DNS rebinding: IoT devices are wide open for attacks
A team of experts from Armis IoT-Security recently published a study on the status quo of the security of IoT devices in companies.
According to the study, at least half a billion devices on the Internet of Things are not protected against DNS rebinding attacks.
What is DNS rebinding?
In the WWW, the Domain Name System (DNS) is used for name resolution. For example, if a user enters a web address in his browser, this request is forwarded to his provider’s DNS server. There the correct IP address is automatically determined for the queried domain – and the browser request is then forwarded to the correct server.
DNS rebinding uses an almost decade-old bug in web browsers that allows an attacker to bypass a victim’s network firewall and use his web browser as a proxy to communicate directly with vulnerable devices on the local network.
In a DNS rebinding attack, the attackers use their own DNS server along with a manipulated website that has been prepared with a Javascript. The target is first lured to this website (for example via spam emails or harmless links on other sites; paid advertising), but the IP address used is marked as only valid for a short time.

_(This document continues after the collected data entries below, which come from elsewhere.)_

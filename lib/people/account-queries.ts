import 'server-only';
import { and, desc, eq, isNull, sql } from 'drizzle-orm';
import { passwords, signIns } from '@/db/schema/people';
import type { AccountCtx } from '@/lib/infra/context';
import { full } from '@/lib/infra/sql-column';

/** The acting account's live sign-ins, newest first, at most 30, and whether it has a password. */
export async function accountPage({ db, actor }: AccountCtx) {
  const rows = await db.select({
    id: signIns.id, method: signIns.method, signedInAt: signIns.signedInAt,
    hasPassword: sql<boolean>`exists (select from ${passwords} where ${full(passwords.accountId)} = ${full(signIns.accountId)})`,
  })
    .from(signIns).where(and(eq(signIns.accountId, actor.accountId), isNull(signIns.endedAt))).orderBy(desc(signIns.signedInAt)).limit(30);
  return { hasPassword: rows[0]?.hasPassword ?? false, signIns: rows.map(({ id, method, signedInAt }) => ({ id, method, signedInAt })) };
}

On the next request from the victim, the DNS server then replaces the IP address with an address from the local network. Now the Javascript uses the new IP address. In this way, for example, the attacker can creep into a company network.
Armis explains that these attacks can also be carried out against numerous IoT devices and other network-capable products. About 77 percent of the IP telephones used worldwide are not sufficiently protected against DNS rebinding.
Routers, switches and access points at risk
In IP cameras, 75 percent are said to be vulnerable. For networked printers 66 percent, for smart TVs 57 percent, for media players 78 percent and for switches, routers and WLAN APs as much as 87 percent.
According to Armis, devices of many well-known brands are not or only inadequately protected against DNS rebinding attacks. These include devices from network manufacturers Aruba, Avaya, Cisco, Extreme Networks and Netgear, but also Apple, Google, Roku and Sonos and many other well-known providers.
A total of around 496 million network-capable end devices are currently expected to be affected. Through them it is possible to penetrate the networks of large and small companies. Armis even claims that hardly any company in the world is safe from attacks via DNS rebinding due to the high spread of vulnerable devices.
To protect against attacks like these, companies that want to extend their existing IT structures with IoT devices should work together with competent specialists. But malware protection programs, anti-virus scanners and common sense can also ward off numerous attacks. No Nigerian prince wants to give away his millions – and even the nice stranger who offers his help with router or PC configuration via email actually has other goals.